Pregnancy Outcome Following Prenatal Exposure to Triptan Medications: A Meta-analysis

Alexander Marchenko, MD; Fatma Etwel, MSc; Olukayode Olutunfese, MD; Cheri Nickel, BSW; Gideon Koren, MD; Irena Nulman, MD


Headache. 2015;55(4):490-501. 

In This Article

Abstract and Introduction


Background. Migraine is a common disorder among women of childbearing age. Triptan medications are effective and commonly used to treat migraines in pregnancy. However, the reproductive safety of this group of drugs has not yet been confirmed. The aim of this study was to determine the reproductive safety of triptan medications by performing a literature review and a meta-analysis.

Methods. Available publications regarding pregnancy outcomes following prenatal exposure to triptans from 1991 to 2013 were identified and reviewed according to the inclusion criteria. A random-effects meta-analysis model was implemented to combine the available pregnancy outcome data for the exposed and comparison groups.

Results. One case–control study and 5 cohort studies met the inclusion criteria. The included studies provided information on duration of gestation, major congenital malformations, and spontaneous abortions of infants following prenatal triptan exposure. The 6 studies included 4208 infants of women who used sumatriptan or other triptan medications, and 1,466,994 children of women who did not use triptans during pregnancy. No significant increases in rates for major congenital malformations (MCMs), prematurity, or spontaneous abortions were found when comparing the triptan-exposed group to the migraine – no triptans control group (odds ratio [OR] = 0.84 [0.61–1.16]; OR = 0.90 [0.35–2.30]; OR = 1.27 [0.58–2.79], respectively). There were no increased rate of MCMs (OR = 1.18 [0.97–1.44]) or prematurity (OR = 1.16 (0.67–1.99) when the triptan-exposed group was compared with the healthy controls; however, there was a significant increase in the rates of spontaneous abortions (OR = 3.54 [2.24–5.59]). When the migraine no-triptan group was compared with healthy controls, a significant increase in the rates of MCMs was found (OR = 1.41 [1.11–1.80]).

Conclusion. The use of triptans during pregnancy does not appear to increase the rates for MCMs or prematurity. The increased rates of spontaneous abortions in the triptan-exposed group and the increased rates of MCM in the migraine no-triptan group require further research.
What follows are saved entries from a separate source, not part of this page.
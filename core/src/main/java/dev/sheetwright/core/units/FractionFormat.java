package dev.sheetwright.core.units;

import java.math.BigDecimal;
import java.math.RoundingMode;

/**
 * Writes inch values for people: the nearest fraction with a power-of-two denominator (1/16 by default), reduced,
 * e.g. {@code 18 7/8}; decimals are written locale-independently.
 */
public record FractionFormat(int denominator) {

    public static final FractionFormat SIXTEENTHS = new FractionFormat(16);

    public FractionFormat {
        if (denominator < 1 || denominator > 1024 || Integer.bitCount(denominator) != 1) {
            throw new IllegalArgumentException(
                    "fraction denominator must be a power of two from 1 to 1024, got " + denominator);
        }
    }

    /** Nearest fraction, e.g. {@code 18.8496 -> "18 7/8"}, {@code 0.375 -> "3/8"}, {@code -1.5 -> "-1 1/2"}. */
    public String format(double value) {
        if (!Double.isFinite(value)) {
            throw new IllegalArgumentException("cannot format " + value + " as a fraction");
        }
        long units = Math.round(Math.abs(value) * denominator);
        String sign = value < 0 && units != 0 ? "-" : "";
        long whole = units / denominator;
        long num = units % denominator;
        long den = denominator;
        while (num != 0 && num % 2 == 0) {
            num /= 2;
            den /= 2;
        }
        if (num == 0) {
            return sign + whole;
        }
        return sign + (whole == 0 ? "" : whole + " ") + num + "/" + den;
    }

    /** The value this format would show, as a number (for round-trip checks). */
    public double rounded(double value) {
        return Math.round(value * denominator) / (double) denominator;
    }

    /**
     * A decimal with at most {@code places} decimals and no trailing zeros, no exponent, {@code .} as separator, e.g.
     * {@code decimal(47.9375, 3) -> "47.938"}, {@code decimal(48.0, 3) -> "48"}. The shortest decimal that reads back
     * as {@code value} is rounded half up, so a value typed as {@code 2.675} shows as {@code 2.68} to two places
     * (rounding its binary expansion, 2.67499..., would give 2.67). Never {@code -0}.
     */
    public static String decimal(double value, int places) {
        BigDecimal d = BigDecimal.valueOf(value).setScale(places, RoundingMode.HALF_UP).stripTrailingZeros();
        return d.signum() == 0 ? "0" : d.toPlainString();
    }
}
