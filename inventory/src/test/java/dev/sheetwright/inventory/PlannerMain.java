package dev.sheetwright.inventory;

import dev.sheetwright.core.material.MaterialType;
import java.time.Clock;
import java.time.Duration;
import java.util.ArrayList;
import java.util.LinkedHashSet;
import java.util.List;
import java.util.Set;

/**
 * A stand-in planner used by the concurrency tests, in threads and as a separate JVM. Modes:
 * <ul>
 *   <li>{@code drain}: takes one galvanized remnant at a time, settles a plan that cuts it and leaves a steel offcut,
 *       commits it, until none is left; prints one line per commit: the used id and the offcut id;</li>
 *   <li>{@code once}: reserves every free galvanized remnant, settles a plan that cuts all it got, commits it;
 *       prints the used ids on one line (empty when it got none);</li>
 *   <li>{@code commit-and-hang}: commits the settled plan given as third argument, but stops for good after the
 *       first offcut is written (printing {@code writing}), so the test can kill it inside the transaction;</li>
 *   <li>{@code count}: prints how many remnants are on the rack (to see that it could log in).</li>
 * </ul>
 */
final class PlannerMain {
    private static final Duration TTL = Duration.ofMinutes(5);
    private static final RemnantFilter GALVANIZED = RemnantFilter.any().withMaterial(MaterialType.GALVANIZED);

    private PlannerMain() {
    }

    /** Arguments: mode, rack location, plan id (not for {@code count}). */
    public static void main(String[] args) throws Exception {
        RackLocation location = RackLocation.parse(args[1]);
        switch (args[0]) {
            case "drain" -> run(location, args[2]).forEach(System.out::println);
            case "once" -> System.out.println(String.join(" ", once(location, args[2])));
            case "commit-and-hang" -> commitAndHang(location, args[2]);
            case "count" -> {
                try (RemnantStore store = RemnantStore.open(location, false)) {
                    System.out.println(store.list(RemnantFilter.any(), RemnantSort.ID).size());
                }
            }
            default -> throw new IllegalArgumentException("mode " + args[0]);
        }
    }

    static List<String> run(RackLocation location, String planId) {
        List<String> lines = new ArrayList<>();
        try (RemnantStore store = RemnantStore.open(location, false)) {
            for (int round = 1; ; round++) {
                String plan = planId + "-" + round;
                List<Remnant> got = store.reserve(GALVANIZED, plan, TTL, 1);
                if (got.isEmpty()) {
                    return lines;
                }
                String used = got.get(0).id();
                store.hold(plan, planId, Set.of(used), List.of(NewRemnant.offcut(MaterialType.STEEL, 20, null,
                        RemnantOutline.rectangle(100, 50), "", planId, round)), TTL);
                List<Remnant> offcuts = store.commitPlan(plan, "bin");
                lines.add(used + " " + offcuts.get(0).id());
            }
        }
    }

    static List<String> once(RackLocation location, String planId) {
        try (RemnantStore store = RemnantStore.open(location, false)) {
            List<Remnant> got = store.reserve(GALVANIZED, planId, TTL);
            Set<String> used = new LinkedHashSet<>(got.stream().map(Remnant::id).toList());
            store.hold(planId, "race", used, List.of(), TTL);
            store.commitPlan(planId, "");
            return List.copyOf(used);
        }
    }

    private static void commitAndHang(RackLocation location, String planId) {
        FaultPoint hang = step -> {
            if (step.equals("commit:offcut 1")) {
                System.out.println("writing");
                System.out.flush();
                try {
                    Thread.sleep(Long.MAX_VALUE);
                } catch (InterruptedException e) {
                    Thread.currentThread().interrupt();
                }
            }
        };
        try (RemnantStore store = RemnantStore.open(RemnantStore.backend(location), false, Clock.systemUTC(),
                Migrations.ALL, hang)) {
            store.commitPlan(planId, "");
        }
    }
}
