package dev.sheetwright.inventory;

import static org.junit.jupiter.api.Assertions.assertEquals;
import static org.junit.jupiter.api.Assertions.assertFalse;
import static org.junit.jupiter.api.Assertions.assertThrows;
import static org.junit.jupiter.api.Assertions.assertTrue;

import dev.sheetwright.core.material.MaterialType;
import java.nio.file.Path;
import java.time.Instant;
import java.util.List;
import org.junit.jupiter.api.AfterEach;
import org.junit.jupiter.api.BeforeEach;
import org.junit.jupiter.api.Test;
import org.junit.jupiter.api.io.TempDir;
import org.junit.jupiter.params.Parameter;
import org.junit.jupiter.params.ParameterizedClass;
import org.junit.jupiter.params.provider.MethodSource;

/** Opening, migrating and the records of the rack, on both backends. */
@ParameterizedClass
@MethodSource("dev.sheetwright.inventory.TestRack#kinds")
class RemnantStoreTest {
    private static final double EPS = 1e-9;
    private static final Instant T0 = Instant.parse("2025-03-14T09:30:00Z");

    @Parameter
    TestRack.Kind kind;

    @TempDir
    Path dir;
    private TestRack rack;

    @BeforeEach
    void make() {
        rack = TestRack.make(kind, dir, "r.db");
    }

    @AfterEach
    void drop() {
        if (rack != null) {
            rack.close();
        }
    }

    private static NewRemnant galv(double w, double h, String location) {
        return NewRemnant.manual(MaterialType.GALVANIZED, 24, RemnantOutline.rectangle(w, h), location);
    }

    @Test
    void open_newRack_hasTheLatestSchema() {
        try (RemnantStore store = rack.open()) {
            assertEquals(Migrations.ALL.size(), store.schemaVersion());
            assertEquals(List.of(), store.list(RemnantFilter.any(), RemnantSort.ID));
        }
        List<String> snapshot = rack.snapshot();
        assertEquals(Migrations.ALL.size(), snapshot.stream().filter(r -> r.startsWith("version=")).count());
        assertTrue(snapshot.stream().anyMatch(r -> r.startsWith("version=1 description=initial schema")),
                snapshot.toString());
        assertTrue(snapshot.stream().anyMatch(r -> r.startsWith("version=3 description=plans keep")),
                snapshot.toString());
    }

    @Test
    void open_existingRack_doesNotRerunMigrationsAndKeepsData() {
        MutableClock clock = new MutableClock(T0);
        try (RemnantStore store = rack.open(clock)) {
            store.add(galv(1200, 600, "A1"));
        }
        List<String> before = rack.snapshot();
        clock.advance(java.time.Duration.ofDays(1));

        try (RemnantStore store = rack.open(clock)) {
            assertEquals(Migrations.ALL.size(), store.schemaVersion());
            assertEquals(1, store.list(RemnantFilter.any(), RemnantSort.ID).size());
        }

        assertEquals(before, rack.snapshot());
    }

    @Test
    void open_withAppendedMigration_appliesOnlyTheNewStep() {
        try (RemnantStore store = rack.open()) {
            store.add(galv(1200, 600, "A1"));
        }
        Migration v4 = new Migration(4, "add note column",
                List.of("ALTER TABLE remnant ADD COLUMN note TEXT NOT NULL DEFAULT ''"));

        try (RemnantStore store = rack.open(java.time.Clock.systemUTC(),
                List.of(Migrations.V1, Migrations.V2, Migrations.V3, v4), FaultPoint.NONE)) {
            assertEquals(4, store.schemaVersion());
            assertEquals("A1", store.get("R-0001").orElseThrow().location());
        }
        List<String> snapshot = rack.snapshot();
        assertTrue(snapshot.get(0).contains("note="), snapshot.get(0));
        assertEquals(4, snapshot.stream().filter(r -> r.startsWith("version=")).count());
    }

    @Test
    void open_rackFromNewerProgram_refusesWithVersions() {
        rack.open().close();
        rack.execute("INSERT INTO schema_version VALUES (7, 'future', '2030-01-01T00:00:00Z')");

        InventoryStorageException e = assertThrows(InventoryStorageException.class, () -> rack.open());

        assertEquals("inventory: " + rack.shown() + " has schema version 7; this program knows versions up to 3",
                e.getMessage());
    }

    @Test
    void add_thenGetAndList_roundTripsEveryField() {
        MutableClock clock = new MutableClock(T0);
        try (RemnantStore store = rack.open(clock)) {
            RemnantOutline l = RemnantOutline.parse("0,0 1000,0 1000,300 400,300 400,800 0,800");
            NewRemnant in = new NewRemnant(MaterialType.STAINLESS, null, 1.2, l, "rack B, slot 3",
                    RemnantSource.job("Smith Kitchen", 2));

            Remnant added = store.add(in);

            assertEquals("R-0001", added.id());
            assertEquals(MaterialType.STAINLESS, added.material());
            assertEquals(null, added.gauge());
            assertEquals(1.2, added.thicknessMm(), EPS);
            assertEquals(l, added.outline());
            assertEquals(1000, added.widthMm(), EPS);
            assertEquals(800, added.heightMm(), EPS);
            assertEquals(1000 * 300 + 400 * 500, added.areaMm2(), EPS);
            assertEquals(added.areaMm2(), added.polygon().getArea(), EPS);
            assertEquals("rack B, slot 3", added.location());
            assertEquals(T0, added.added());
            assertEquals("job Smith Kitchen sheet 2", added.source().text());
            assertEquals(RemnantState.AVAILABLE, added.state());
            assertEquals(added, store.get("R-0001").orElseThrow());
            assertEquals(List.of(added), store.list(RemnantFilter.any(), RemnantSort.ID));
        }
    }

    @Test
    void add_ids_areSequentialAndNeverReusedAfterRemove() {
        try (RemnantStore store = rack.open()) {
            assertEquals("R-0001", store.add(galv(100, 100, "")).id());
            assertEquals("R-0002", store.add(galv(100, 100, "")).id());
            store.remove("R-0002");
            store.remove("r-1");

            assertEquals("R-0003", store.add(galv(100, 100, "")).id());
            assertFalse(store.get("R-0002").isPresent());
        }
        try (RemnantStore again = rack.open()) {
            assertEquals("R-0004", again.add(galv(100, 100, "")).id());
        }
    }

    @Test
    void remove_unknownId_namesIdAndFileAndChangesNothing() {
        try (RemnantStore store = rack.open()) {
            store.add(galv(100, 100, ""));
            List<String> before = rack.snapshot();

            IllegalArgumentException e = assertThrows(IllegalArgumentException.class,
                    () -> store.removeAll(List.of("R-0001", "R-0099")));

            assertEquals("no remnant R-0099 in " + rack.shown(), e.getMessage());
            assertEquals(before, rack.snapshot());
        }
    }

    @Test
    void remove_malformedId_namesTheValue() {
        try (RemnantStore store = rack.open()) {
            IllegalArgumentException e = assertThrows(IllegalArgumentException.class, () -> store.remove("42"));
            assertEquals("id: '42' is not a remnant id; expected R- followed by a number from 1, e.g. R-0042",
                    e.getMessage());
        }
    }

    @Test
    void list_filterAndSort_selectAndOrder() {
        MutableClock clock = new MutableClock(T0);
        try (RemnantStore store = rack.open(clock)) {
            store.add(galv(500, 500, "a"));                        // R-0001, 250000
            clock.advance(java.time.Duration.ofHours(1));
            store.add(galv(1000, 400, "b"));                       // R-0002, 400000
            clock.advance(java.time.Duration.ofHours(1));
            store.add(NewRemnant.manualMm(MaterialType.ALUMINUM, 1.0,
                    RemnantOutline.rectangle(300, 300), "c"));      // R-0003, 90000
            store.add(NewRemnant.manual(MaterialType.GALVANIZED, 20,
                    RemnantOutline.rectangle(2000, 1000), "d"));    // R-0004, 2000000

            assertEquals(List.of("R-0003", "R-0001", "R-0002", "R-0004"),
                    ids(store.list(RemnantFilter.any(), RemnantSort.AREA_ASC)));
            assertEquals(List.of("R-0004", "R-0002", "R-0001", "R-0003"),
                    ids(store.list(RemnantFilter.any(), RemnantSort.AREA_DESC)));
            assertEquals(List.of("R-0001", "R-0002"), ids(store.list(
                    RemnantFilter.any().withMaterial(MaterialType.GALVANIZED).withGauge(24), RemnantSort.ID)));
            assertEquals(List.of("R-0003"), ids(store.list(
                    RemnantFilter.any().withThicknessMm(1.001), RemnantSort.ID)));
            assertEquals(List.of("R-0002", "R-0004"), ids(store.list(
                    RemnantFilter.any().withMinAreaMm2(400_000.0), RemnantSort.DATE)));
        }
    }

    static List<String> ids(List<Remnant> remnants) {
        return remnants.stream().map(Remnant::id).toList();
    }
}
Migraine headaches are prevalent in the general population, affecting 16–21%; they are 3 times more common in women than in men, clustering between ages of 25 and 45 years.[1,2]]

This epidemiologic profile corresponds to women of childbearing age, and the lack of knowledge on reproductive safety of antimigraine medications may represent a significant health concern. Due to the high rate of unplanned and late-diagnosed pregnancies, prenatal exposure to this group of drugs is often unavoidable.[3]

Although about 25% of migraines may be attenuated during pregnancy, the pregnancy hormonal alterations may exacerbate more severe migraine attacks; these migraines may then require pharmacotherapy during pregnancy, including the first trimester: a critical window for embryogenesis.[4–8] Triptans, serotonin 5-hydroxytryptamine agonists, have a well-established efficacy in treating migraine pain. Considering that triptans readily cross the placenta[9] and may have the potential to interfere with fetal development, thus creating a conflict between maternal disease control and fetal teratogenicity, their reproductive safety is essential to study. Furthermore, it is important to separate the effects of triptans from the effects of maternal migraine on fetal and pregnancy outcomes.

Effects of maternal migraine itself on pregnancy outcomes are poorly studied and inconclusive. Some studies have found some association with migraines and increased rates of MCMs;[10] however, others did not find any differences in rates of MCMs, pregnancy duration, and neonatal birth weight[11] when compared with controls.

Sumatriptan was the first triptan proven effective in patients with limited or no response to non-narcotic analgesics.[12,13] A literature review in 1998 warned physicians against the use of triptans during pregnancy;[5] however, a more recent review of available data[14] found no evidence of sumatriptan teratogenicity. The evidence surrounding prenatal safety profiles of triptans is inconclusive because of methodological limitations and limited power of existing studies.[15–17] Emphasizing the absence of adequate or well-controlled studies in pregnant women, sumatriptan received a Food and Drug Administration (FDA)-approved labeling of Pregnancy Category C (animal reproduction studies have shown an adverse effect on the fetus and there are no adequate and well-controlled studies in humans, but potential benefits may warrant use of the drug in pregnant women despite potential risks).[18]

The objective of the present meta-analysis is to study pregnancy outcomes of women prenatally exposed to triptans, aiming to compare these outcomes to comparison groups in order to define the reproductive safety of triptans.